Д.А. Гончар1, В.А. Чернухин1, В.С. Дедков1, Н.А. Михненкова1, М.А. Абдурашитов1, О.А. Беличенко1, С.Х. Дегтярев1
1 ОOO «СибЭнзайм» Новосибирск
* автор для переписки: Данила Гончар, ООО СибЭнзайм, ул. Тимакова, д. 2/12 , Новосибирск, 630117, Россия; тел.: +7(383)333-4991; факс: +7(383)333-6853; E-mail: gonchar@sibenzyme.ru
Нами обнаружен бактериальный штамм Paracoccus species 12, который является продуцентом новой эндонуклеазы рестрикции, названной PecI. Этот фермент узнает шестинуклеотидную палиндромную последовательность ДНК 5’-TTA^TAA-3’ и расщепляет ее с образованием «тупых» концов, как показано стрелкой. Таким образом, PecI является истинным изошизомером рестриктазы PsiI [1].
Препарат эндонуклеазы рестрикции PecI с концентрацией 10000 ед/мл был получен путем очистки в четыре хроматографические стадии. Оптимальными условиями реакции фермента являются SE-буфер 5 (Y) (33 мМ Трис-ацетат (pH 7.9), 10 мМ Mg-ацетат, 66 мМ K-ацетат, 1 mM ДТТ) и температура 37oС.
Принятые сокращения: BSA – бычий сывороточный альбумин; ДТТ – дитиотреитол; ПААГ – полиакриламидный гель; п.н. – пары нуклеотидов; система РМ – система рестрикции-модификации; Трис – трис-(оксиметил)-аминометан; ЭДТА – этилендиаминтетрауксусная кислота; ЭР –эндонуклеаза рестрикции.
Ключевые слова: эндонуклеазы рестрикции, изошизомеры
DOI: 10.26213/SE.2024.47.21.001
Данные для цитирования:
Д.А. Гончар, В.А. Чернухин, В.С. Дедков, Н.А. Михненкова, М.А. Абдурашитов, О.А. Беличенко, С.Х. Дегтярев. (2024) Эндонуклеаза рестрикции PecI из бактериального штамма Paracoccus species 12 узнает последовательность ДНК 5’-TTA^TAA-3’ и является изошизомером PsiI, ДНК-узнающие ферменты, том 2024(1), DOI: 10.26213/SE.2024.47.21.001
Эта статья доступна по лицензии Creative Commons Attribution-NonCommercial-NoDerivatives 4.0 International
МАТЕРИАЛЫ И МЕТОДЫ
В работе использовались реактивы производства “Sigma-Aldrich” (США), “Fisher” (Германия), “Panreac” (Испания), “Диа-М” и “Хеликон” (Россия). Для хроматографической очистки фермента применялись следующие носители: фосфоцеллюлоза P11, гепарин-сефароза (“Sigma”, США), Bio-Gel A-1,5m, гидроксиапатит (BioRad, США). Для выращивания бактериальных клеток использовались компоненты питательной среды фирмы ”Organotechnie” (Франция).

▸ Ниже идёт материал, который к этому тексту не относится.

"""The demo's figures."""

from __future__ import annotations

from pathlib import Path
from typing import TYPE_CHECKING, Any

import numpy as np

from ..errors import MissingExtraError
from .demo_rigs import STATEMENT

if TYPE_CHECKING:
    from ..journalfile import JournalFile
    from ..simtrace import Trace

INK, CURRENT, STIMULUS, MARK = "#1b3a4b", "#9a3324", "#444444", "#8a8a8a"


def _figure(height: float) -> Any:
    try:
        from matplotlib.figure import Figure
    except ImportError:
        raise MissingExtraError("matplotlib", "figure", "Drawing the demo's figures") from None
    return Figure(figsize=(10, height), layout="constrained")


def _save(figure: Any, path: Path) -> Path:
    for axes in figure.axes:
        axes.spines[["top", "right"]].set_visible(False)
    temporary = path.with_suffix(".part.png")
    figure.savefig(temporary, dpi=130)
    temporary.replace(path)
    return path


def draw_scenario(journal: JournalFile, path: Path) -> Path:
    """Voltage, the model's current and the stimulus over the plan's sweeps, each named.

    Raises
    ------
    MissingExtraError
        Without matplotlib.
    """
    figure = _figure(6.0)
    top, middle, bottom = panels = figure.subplots(3, 1, sharex=True, height_ratios=[3, 2, 1])
    first = journal.sweeps[0].start
    tick_s = journal.interval_us * 1e-6
    samples = journal.samples[first : journal.sweeps[-1].stop]
    t_s = np.arange(len(samples)) * tick_s
    stimulus_pa = samples["stimulus_pa"][:, 0]
    top.plot(t_s, samples["v_mv"][:, 0], color=INK, linewidth=0.8)
    top.set_ylabel("membrane (mV)")
    middle.plot(t_s, (samples["i_pa"][:, 0] - stimulus_pa) / 1000.0, color=CURRENT, linewidth=0.6)
    middle.set_ylabel("model's current (nA)")
    bottom.plot(t_s, stimulus_pa, color=STIMULUS, linewidth=1.0)
    bottom.set_ylabel("step (pA)")
    bottom.set_xlabel("time in the simulated rig (s)")
    for sweep in journal.sweeps:
        start_s, stop_s = (sweep.start - first) * tick_s, (sweep.stop - first) * tick_s
        where = (0.5 * (start_s + stop_s), 1.02)
        name = sweep.fields["condition"]
        top.annotate(name, where, xycoords=("data", "axes fraction"), ha="center")
        for axes in panels:
            axes.axvline(start_s, color=MARK, linewidth=0.8, linestyle=":")
    figure.suptitle(f"A conductance given through the loop. {STATEMENT}", fontsize=10)
    return _save(figure, path)


def draw_proof(trace: Trace, interval_us: float, path: Path) -> Path:
    """The plain loop above the anticipating one, the same cell, model and tick.

    Raises
    ------
    MissingExtraError
        Without matplotlib.
    """
    figure = _figure(5.5)
    panels = figure.subplots(2, 1, sharex=True, sharey=True)
    names = ("plain loop: each current is stale", "anticipating: the delay taken out")
    for c, (axes, name) in enumerate(zip(panels, names, strict=True)):
        axes.plot(trace.t_ms, trace.v_mv[:, c], color=INK, linewidth=0.7)
        axes.set_title(name, fontsize=10, loc="left")
        axes.set_ylabel("membrane (mV)")
    panels[-1].set_xlabel("time in the simulated rig (ms)")
    title = f"One model at a tick and a delay of {interval_us:g} µs. {STATEMENT}"
    figure.suptitle(title, fontsize=10)
    return _save(figure, path)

Для экспериментов брали эндонуклеазы рестрикции, полинуклеотидкиназу фага Т4, препарат ДНК фага Лямбда, маркеры молекулярного веса ДНК, реакционные SE-буферы “B100”, “B”, “G”, “O”, “W”, “Y”, “ROSE” производства ООО “СибЭнзайм” (Россия).
Морфологические и физико-биохимические свойства штамма изучали с использованием методик [2]. Определение рода микроорганизма проводили по определителю Берджи [3] и по результатам секвенирования ПЦР-фрагмента гена 16S рРНК.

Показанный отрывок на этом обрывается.